───── MATERIAL PROVIDED ─────

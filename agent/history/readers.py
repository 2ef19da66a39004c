"""Listing a history's elements and giving each its time (see :mod:`rotorwatch.history`).

What ``--history PATH`` may be:

- a **folder** of files, one element each: sound files (WAV, ...) and ``.npz`` archives read by the one
  recording reader, anything else as a delimited text file (one column per channel); ``.json`` sidecars,
  ``.toml`` and hidden files are not elements;
- a **zip or tar archive** of such a folder (unpacked into a temporary folder for the replay);
- **one .npz** holding every element: ``snapshots`` as [n, samples] or [n, channels, samples],
  ``timestamps`` (n ISO 8601 strings), ``fs`` (or ``fs_hz``) and ``unit`` (g, m/s2 or volts);
- the daemon's own **snapshot folder** (``<state_dir>/snapshots`` or the state dir itself), as
  ``rotorwatch run`` writes it: each snapshot's waveforms at the snapshot's time.

Elements are replayed in time order; gaps are kept.
"""

from __future__ import annotations

import shutil
import tempfile
import zipfile
from collections.abc import Callable
from dataclasses import dataclass, field
from pathlib import Path
from typing import Any

import numpy as np

from ..errors import InputError
from ..settings.models import Machine
from .decode import (
    SOUND_SUFFIXES,
    Decoded,
    decode_snapshot,
    decode_sound_or_npz,
    decode_text,
    need_unit,
    to_blocks,
)
from .spec import HistorySpec
from .timestamps import parse_date, pattern_regex, time_from_name, time_from_sidecar

NOT_ELEMENTS = (".json", ".toml", ".md")
ARCHIVES = (".zip", ".tar", ".tgz", ".gz", ".bz2", ".xz")


@dataclass(frozen=True)
class Element:
    time_s: float
    name: str  # for messages: the file, or archive[index]
    ref: Any  # a Path, a snapshot id, or an index into a stacked archive


@dataclass
class History:
    """A history opened for replay: its elements in time order and how to decode each."""

    spec: HistorySpec
    machine: Machine
    window_s: float | None  # None: each element whole (analyze)
    kind: str  # files | stack | snapshots
    elements: list[Element]
    source: str  # one line for the replay's header
    _stack: tuple[np.ndarray, float, str] | None = field(default=None, repr=False)  # samples, fs, unit
    _store: Any = field(default=None, repr=False)
    _cleanup: Callable[[], None] | None = field(default=None, repr=False)

    @property
    def start_unix_s(self) -> float:
        return self.elements[0].time_s

    def decode(self, i: int) -> Decoded:
        e = self.elements[i]
        if self.kind == "snapshots":
            return decode_snapshot(self._store, e.ref, self.machine)
        if self.kind == "stack":
            assert self._stack is not None
            data, fs, unit = self._stack
            block = data[e.ref]
            frames = block[:, None] if block.ndim == 1 else block.T
            return to_blocks(e.name, frames, fs, unit, self.machine, self.spec.columns, self.window_s)
        path = Path(e.ref)
        if path.suffix.lower() in SOUND_SUFFIXES + (".npz",):
            return decode_sound_or_npz(path, self.machine, self.spec.unit, self.window_s)
        return decode_text(path, self.spec, self.machine, self.window_s)

    def close(self) -> None:
        done, self._cleanup = self._cleanup, None
        if done is not None:
            done()


def _snapshot_root(p: Path) -> Path | None:
    from ..storage.snapshots import SIDECAR

    for root in (p / "snapshots", p):
        if root.is_dir() and any((c / SIDECAR).is_file() for c in root.iterdir() if c.is_dir()):
            return root
    return None


def open_history(spec: HistorySpec, machine: Machine, window_s: float | None) -> History:
    """List the elements of ``spec.path`` (one-line :class:`InputError` on any problem)."""
    p = spec.path
    if not p.exists():
        raise InputError(f"{p}: no such file or folder")
    if p.is_file() and p.suffix.lower() == ".npz":
        return _open_stack(spec, machine, window_s)
    if p.is_file() and (p.suffix.lower() in ARCHIVES or zipfile.is_zipfile(p)):
        tmp = tempfile.mkdtemp(prefix="rotorwatch-history-")
        try:
            shutil.unpack_archive(str(p), tmp)
        except (shutil.ReadError, ValueError, OSError, EOFError) as e:
            shutil.rmtree(tmp, ignore_errors=True)
            raise InputError(f"{p}: not a readable zip or tar archive: {e}") from None
        root = Path(tmp)
        dirs = [c for c in root.iterdir() if not c.name.startswith(".")]
        inner = dirs[0] if len(dirs) == 1 and dirs[0].is_dir() else root
        try:
            h = _open_folder(HistorySpec(**{**spec.__dict__, "path": inner}), machine, window_s, str(p))
        except BaseException:
            shutil.rmtree(tmp, ignore_errors=True)
            raise
        h._cleanup = lambda: shutil.rmtree(tmp, ignore_errors=True)
        return h
    if not p.is_dir():
        raise InputError(f"{p}: a history is a folder, a zip or tar archive, or one .npz of snapshots")
    return _open_folder(spec, machine, window_s, str(p))


def _open_folder(spec: HistorySpec, machine: Machine, window_s: float | None, shown: str) -> History:
    root = _snapshot_root(spec.path)
    if root is not None:
        return _open_snapshots(spec, machine, window_s, root)
    files = sorted(f for f in spec.path.iterdir()
                   if f.is_file() and not f.name.startswith(".") and f.suffix.lower() not in NOT_ELEMENTS)
    if not files:
        raise InputError(f"{shown}: holds no recordings (expected sound files, .npz or delimited text files)")
    times = _file_times(spec, files)
    elements = sorted((Element(t, str(f), f) for t, f in zip(times, files)), key=lambda e: (e.time_s, e.name))
    _no_repeats(elements)
    kinds = sorted({"sound" if f.suffix.lower() in SOUND_SUFFIXES else "npz" if f.suffix.lower() == ".npz"
                    else "text" for f in files})
    return History(spec, machine, window_s, "files", elements, f"{shown} ({len(files)} {'/'.join(kinds)} files)")


def _file_times(spec: HistorySpec, files: list[Path]) -> list[float]:
    if spec.time_pattern:
        rx = pattern_regex(spec.time_pattern)
        return [time_from_name(f, spec.time_pattern, rx) for f in files]
    if spec.cadence_s is not None and spec.start_unix_s is not None:
        return [spec.start_unix_s + k * spec.cadence_s for k in range(len(files))]
    out = []
    for f in files:
        t = time_from_sidecar(f)
        if t is None:
            raise InputError(f"{f}: no time for this element: give --time-pattern (the time in the file names), "
                             f"a sidecar {f.with_suffix('.json').name} with time, or --start and --cadence")
        out.append(t)
    return out


def _no_repeats(elements: list[Element]) -> None:
    for a, b in zip(elements, elements[1:]):
        if a.time_s == b.time_s:
            raise InputError(f"{b.name}: has the same time as {a.name}: each element is one update at its own time")


def _open_snapshots(spec: HistorySpec, machine: Machine, window_s: float | None, root: Path) -> History:
    from ..storage.snapshots import SnapshotStore

    store = SnapshotStore(root)
    infos = store.list()
    mine = [i for i in infos if i.machine_id == machine.id]
    if not mine:
        others = sorted({i.machine_id for i in infos})
        raise InputError(f"{root}: no snapshot of machine {machine.id!r} (machines: {', '.join(others) or 'none'})")
    elements = [Element(i.time_s, str(i.path), i.id) for i in mine]
    _no_repeats(elements)
    return History(spec, machine, window_s, "snapshots", elements, f"{root} ({len(mine)} evidence snapshots)",
                   _store=store)


def _stack_entries(p: Path) -> dict[str, np.ndarray]:
    try:
        with np.load(p, allow_pickle=False) as z:
            return {k: np.asarray(z[k]) for k in z.files}
    except (OSError, ValueError, zipfile.BadZipFile, EOFError) as e:
        raise InputError(f"{p}: cannot read as .npz: {e}") from None


def _open_stack(spec: HistorySpec, machine: Machine, window_s: float | None) -> History:
    """One ``.npz`` holding every element (``snapshots``, ``timestamps``, ``fs``, ``unit``)."""
    p = spec.path
    z = _stack_entries(p)
    missing = [k for k in ("snapshots", "timestamps") if k not in z]
    if missing or not ({"fs", "fs_hz"} & set(z)):
        need = missing + ([] if {"fs", "fs_hz"} & set(z) else ["fs"])
        raise InputError(f"{p}: a history .npz needs {', '.join(need)} (has: {', '.join(sorted(z)) or 'nothing'})")
    data, stamps = z["snapshots"], z["timestamps"]
    if data.ndim not in (2, 3) or not np.issubdtype(data.dtype, np.number) or np.iscomplexobj(data):
        raise InputError(f"{p}: snapshots has shape {data.shape} of {data.dtype}: expected real numbers as "
                         "[n, samples] or [n, channels, samples]")
    if stamps.ndim != 1 or len(stamps) != data.shape[0]:
        raise InputError(f"{p}: timestamps has shape {stamps.shape}, snapshots holds {data.shape[0]} elements: "
                         "one ISO 8601 time per element")
    if data.shape[0] == 0:
        raise InputError(f"{p}: holds no snapshots")
    rate = z["fs"] if "fs" in z else z["fs_hz"]
    try:
        fs = float(rate.reshape(-1)[0]) if rate.size == 1 else float("nan")
    except (TypeError, ValueError):
        fs = float("nan")
    if not (np.isfinite(fs) and fs > 0):
        raise InputError(f"{p}: fs = {rate!r}: expected one positive number (Hz)")
    unit_raw = str(z["unit"].reshape(-1)[0]) if "unit" in z and z["unit"].size == 1 else spec.unit
    unit = need_unit(str(p), unit_raw)
    times = [parse_date(str(s), f"{p}: timestamps[{k}]") for k, s in enumerate(stamps)]
    elements = sorted((Element(t, f"{p}[{k}]", k) for k, t in enumerate(times)), key=lambda e: e.time_s)
    _no_repeats(elements)
    shape = "x".join(map(str, data.shape[1:]))
    return History(spec, machine, window_s, "stack", elements, f"{p} ({data.shape[0]} snapshots of {shape} at {fs:g} Hz)",
                   _stack=(data, fs, unit))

─────

■ DESCRIPTION OF THE TASK
Return exactly, and only, the lines above starting at the line that contains "a stacked archive" and ending at the line that contains "block = data[e.ref]".

■ TASK OUTPUT
    ref: Any  # a Path, a snapshot id, or an index into a stacked archive


@dataclass
class History:
    """A history opened for replay: its elements in time order and how to decode each."""

    spec: HistorySpec
    machine: Machine
    window_s: float | None  # None: each element whole (analyze)
    kind: str  # files | stack | snapshots
    elements: list[Element]
    source: str  # one line for the replay's header
    _stack: tuple[np.ndarray, float, str] | None = field(default=None, repr=False)  # samples, fs, unit
    _store: Any = field(default=None, repr=False)
    _cleanup: Callable[[], None] | None = field(default=None, repr=False)

    @property
    def start_unix_s(self) -> float:
        return self.elements[0].time_s

    def decode(self, i: int) -> Decoded:
        e = self.elements[i]
        if self.kind == "snapshots":
            return decode_snapshot(self._store, e.ref, self.machine)
        if self.kind == "stack":
            assert self._stack is not None
            data, fs, unit = self._stack
            block = data[e.ref]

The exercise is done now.